IDH2 is frequently mutated in glioma, acute myeloid leukemia, and myelodysplastic syndromes. Mutations generally involve point mutations at the R140 and R172 residues of the protein. Mutations in IDH1 and IDH2 result in deleterious “gain of function”: instead of converting isocitrate to α-ketoglutarate, mutated IDH1 or IDH2 converts isocitrate to 2-hydroxyglutarate. 2-hydroxyglutarate inhibits other proteins involved in epigenetic regulation.

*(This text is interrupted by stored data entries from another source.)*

/// A capacitor: marked value, purchase tolerance, temperature behaviour (a ppm
/// band such as `c0g`, or a class 2 envelope such as `x7r`), ageing drift, and
/// optional leakage data for networks that model it.
struct capacitor {
    capacitance nominal = capacitance::from_value(0.0);            ///< marked value (at 25 °C / t_ref)
    tolerance tol{};                                               ///< purchase tolerance
    std::variant<ppm_band, dielectric_class> tempco = ppm_band{};  ///< temperature behaviour
    double aging = 0.0;                                            ///< relative drift magnitude, +/-
    std::optional<resistance> insulation{};                        ///< lowest insulation resistance, if modelled
    std::optional<current> leakage{};                              ///< largest leakage current, if modelled
    std::optional<voltage> rated_voltage{};  ///< DC rating; networks check the highest voltage they apply against it
    std::optional<dc_bias_curve> dc_bias{};  ///< capacitance against DC voltage (class 2 ceramics)
    double aging_per_decade = 0.0;           ///< class 2 ageing: fraction lost per decade of hours in service
    double aging_reference_hours = 1000.0;   ///< hours after the last de-ageing at which the marked value holds (1000 h: from memory)
    std::optional<wear_out> end_of_life{};   ///< electrolytic wear-out over the service time
    std::optional<leakage_rule> leakage_limit{};  ///< leakage from k C V (electrolytics), at the applied voltage
    bool allow_over_rating = false;  ///< a voltage above rated_voltage is a finding (rating_findings), not an error

    /// Its value range in farads at the operating conditions:
    /// C (1 + [-minus, plus]) (temperature factor) (1 + [-aging, aging]). A ppm
    /// band folds as for a resistor; a dielectric class contributes its whole
    /// envelope [1 - minus, 1 + plus] unless the range is exactly 25 °C. An
    /// operating range beyond the class's (or band's) rated range is a
    /// `domain_error` that names the limit.
    interval range(const operating_conditions& c = {}) const {
        constexpr std::string_view fn = "capacitor::range";
        detail::require_positive(fn, "nominal", nominal, "a positive, finite capacitance");
        detail::check_tolerance(fn, tol);
        detail::check_aging(fn, aging);
        detail::check_conditions(fn, c);
        if (insulation) detail::require_positive(fn, "insulation", *insulation, "a positive, finite resistance");
        if (leakage) detail::require_non_negative(fn, "leakage", *leakage, "a non-negative, finite current");
        if (rated_voltage) detail::require_positive(fn, "rated_voltage", *rated_voltage, "a positive, finite voltage");
        if (dc_bias) dc_bias->validate(fn, rated_voltage.value_or(voltage::from_value(0.0)));
        if (leakage_limit) {
            if (!(std::isfinite(leakage_limit->per_cv) && leakage_limit->per_cv >= 0.0))
                detail::parts_fail(fn, "leakage_limit.per_cv", detail::quoted_value(leakage_limit->per_cv) + " A/(F V)",
                                   "a non-negative, finite coefficient");
            detail::require_non_negative(fn, "leakage_limit.floor", leakage_limit->floor,
                                         "a non-negative, finite current");
        }
        const detail::factor_span temp = std::holds_alternative<ppm_band>(tempco)
                                             ? detail::tcr_factor(fn, "tempco", std::get<ppm_band>(tempco), c)
                                             : detail::class_factor(fn, std::get<dielectric_class>(tempco), c);
        return detail::fold(nominal.value(), tol, temp * service_factor(c), aging);
    }

    /// The crossing time over R C for a charge from v_start to v_threshold towards
    /// v_final (volts across the part), C the value without bias: with a DC-bias
    /// curve, the exact integral over the curve (dc_bias.hpp); without one,
    /// ln((v_start - v_final)/(v_threshold - v_final)). Networks call it where they
    /// would call rc.hpp's crossing_time with tau = R C; voltages checked by `check_bias_covers`.
    double crossing_per_tau(double v_start, double v_final, double v_threshold) const {
        return dc_bias ? dc_bias->crossing_per_tau(v_start, v_final, v_threshold)
                       : detail::rc::crossing_time(v_start, v_final, v_threshold, 1.0);
    }

    /// rc.hpp's ramp_crossing_time (tau = R C without bias), or with a DC-bias curve the
    /// integration over it (dc_bias_curve::ramp_crossing_time).
    double ramp_crossing_time(double v_begin, double v_end, double rise, double v_start, double v_threshold,
                              double tau) const {
        return dc_bias ? dc_bias->ramp_crossing_time(v_begin, v_end, rise, v_start, v_threshold, tau)
                       : detail::rc::ramp_crossing_time(v_begin, v_end, rise, v_start, v_threshold, tau);
    }

    /// For network `fn`: `domain_error` when the highest voltage the network can put
    /// across the part, `v_max` (from `what`, e.g. "supply.high"), exceeds `rated_voltage`,
    /// unless `allow_over_rating` (then `rating_findings` reports it).
    void check_rating(std::string_view fn, std::string_view what, voltage v_max, std::string_view part = "c") const {
        if (rated_voltage && v_max > *rated_voltage && !allow_over_rating)
            detail::parts_fail_domain(fn, std::string(part) + ".rated_voltage", detail::value_text(*rated_voltage),
                                      "at least the " + detail::value_text(v_max) + " that " + std::string(what) +
                                          " can put across " + std::string(part));
    }

    /// For network `fn`: `domain_error` when the timed swing reaches `v_max` (from
    /// `what`) beyond the DC-bias curve, which cannot say what happens past its last point.
    void check_bias_covers(std::string_view fn, std::string_view what, voltage v_max,
                           std::string_view part = "c") const {
        if (dc_bias && v_max > dc_bias->covers())
            detail::parts_fail_domain(fn, std::string(part) + ".dc_bias",
                                      "a curve up to " + detail::value_text(dc_bias->covers()),
                                      "a curve that covers the " + detail::value_text(v_max) + " that " +
                                          std::string(what) + " puts across " + std::string(part));
    }

    /// For networks that do not follow C's voltage: `invalid_argument` when a
    /// DC-bias curve is set, rather than a timing that silently ignores it.
    void require_no_bias_curve(std::string_view fn, std::string_view part = "c") const {
        if (dc_bias)
            detail::parts_fail(fn, std::string(part) + ".dc_bias", "a curve up to " + detail::value_text(dc_bias->covers()),
                               "no DC-bias curve: this network does not follow the voltage across " +
                                   std::string(part) + "; give its derated value instead (dc_bias_curve::at)");
    }

    /// The largest leakage current at `applied` volts: `leakage`, or
    /// max(k C V, floor) from `leakage_limit`, the larger of the two when both are set.
    std::optional<current> leakage_at(voltage applied) const {
        std::optional<current> out = leakage;
        if (leakage_limit) {
            const current rule = std::max(current::from_value(leakage_limit->per_cv * nominal.value() *
                                                              std::abs(applied.value())),
                                          leakage_limit->floor);
            out = out ? std::max(*out, rule) : rule;
        }
        return out;
    }
    /// The same capacitor bought at another value and tolerance (synthesis' `part_choice`),
    /// with the behaviour of the choice's model when it has one.
    capacitor with_choice(const part_choice& p) const {
        capacitor r = p.capacitor_model ? *p.capacitor_model : *this;
        r.nominal = capacitance::from_value(p.value);
        r.tol = p.tol;
        return r;
    }
    /// Memberwise equality.
    friend bool operator==(const capacitor&, const capacitor&) = default;
private:
    /// The factor that ageing over `c.service_hours` applies: class 2 ceramics lose
    /// `aging_per_decade` per decade of hours past `aging_reference_hours`
    /// (1 - a log10(S / S_ref), common practice: X7R/X5R about 1-4 % per decade,
    /// Y5V 6-10 %); electrolytics lose up to `end_of_life->loss` over their life (see
    /// `wear_out`). Only losses: the value above the marking soon after a de-ageing
    /// is not credited. {1, 1, 1} for new parts.
    detail::factor_span service_factor(const operating_conditions& c) const {
        constexpr std::string_view fn = "capacitor::range";
        detail::check_fraction_below_one(fn, "aging_per_decade", aging_per_decade,
                                         "a fraction per decade of hours from 0 up to, not including, 100 %");
        detail::check_hours(fn, "aging_reference_hours", aging_reference_hours);
        double kept = 1.0;
        if (aging_per_decade > 0.0 && c.service_hours > aging_reference_hours) {
            kept -= aging_per_decade * std::log10(c.service_hours / aging_reference_hours);
            if (!(kept > 0.0))
                detail::parts_fail_domain(fn, "service_hours", detail::quoted_value(c.service_hours) + " h",
                                          "a service time over which " + format_percent(aging_per_decade, 6) +
                                              " per decade of hours leaves some capacitance");
        }
        if (end_of_life) {
            const wear_out& w = *end_of_life;
            detail::check_fraction_below_one(fn, "end_of_life.loss", w.loss);
            detail::check_hours(fn, "end_of_life.rated_hours", w.rated_hours);
            if (!std::isfinite(w.rated_temperature.value))
                detail::parts_fail(fn, "end_of_life.rated_temperature", format(w.rated_temperature, {.digits = 6}),
                                   "a finite temperature");
            const double life = w.rated_hours * std::exp2((w.rated_temperature.value - c.t_max.value) / 10.0);
            if (c.service_hours > life)
                detail::parts_fail_domain(
                    fn, "service_hours", detail::quoted_value(c.service_hours) + " h",
                    "at most the part's life at t_max = " + format(c.t_max, {.digits = 6}) + ", " +
                        detail::quoted_value(life) + " h (" + detail::quoted_value(w.rated_hours) + " h at " +
                        format(w.rated_temperature, {.digits = 6}) + ", doubling per 10 K below)");
            kept *= 1.0 - w.loss * c.service_hours / life;
        }
        return {1.0, kept, 1.0};
    }
};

JAK2 V617F mutation is found in patients with blood related disease such as Polycythemia Vera, Essential Thrombocythemia and Myelofibrosis. Ruxolitinib is effective as a JAK Inhibitor, so that it is a prognostic factor to determine drug response.
JAK2 V617F mutation detection makes easy to classify patients with MPD (Myeloproliferative Disease) as three levels of diagnostic certainty (possible, probable and definite) and to determine which signal transduction therapy is suitable for each patients. In addition, testing for JAK2 V617F mutation has been recommended as clinical tests by WHO(World Health Organization).

PIK3CA mutation activates PI3K (Phosphatidylinositol 3-kinase) protein and PI3K activates several signaling pathways of tyrosine kinase receptors. Activated tyrosine kinase represses the function and excitometabolism of protein which inhibits cell survival and division. These abnormal changes initiate the process of cancer development by activating the protein involved in cell growth. Point mutations in PIK3CA are detected with ca. 80% of frequency in exon 9 (interpreted as helical part of PI3K protein) and exon 20 (interpreted as kinase part), while other types of mutations are also seen in many different locations. PIK3CA mutations are found with 25 to 40 % frequency in various types of cancer like colorectal cancer, gastric cancer, lung cancer, brain cancer, endometrial cancer, ovarian cancer, breast cancer, and more.

PNAClamp™ PIK3CA Mutation Detection Kit utilizes modified PCR technology, using optimized PNA probes that tightly bind to wild type DNA templates. This tight binding to the wild type DNA templates result in no amplification of the wild type DNA template in PCR reaction while the mutated genes, especially with SNPs, PCR amplification is processed for multiplication of the mutated DNA sequences.

The presence of TERT mutation is a prognostic and predictive biomarker in patients with cancer such as the central nervous system, bladder, thyroid, skin, etc., associated with tumor recurrence and survival.

With its features of detection limit as low as 5% copies/rxn, the PNAClamp™ TERT Mutation Detection Kit is the qualitative diagnostic test kit which is able to detect 2 different types of TERT promoter mutations of formalin-fixed paraffin-embedded (FFPE) tissue, fresh tissues and biopsy tissues using peptide nucleic acid (PNA)-mediated real-time PCR clamping technology.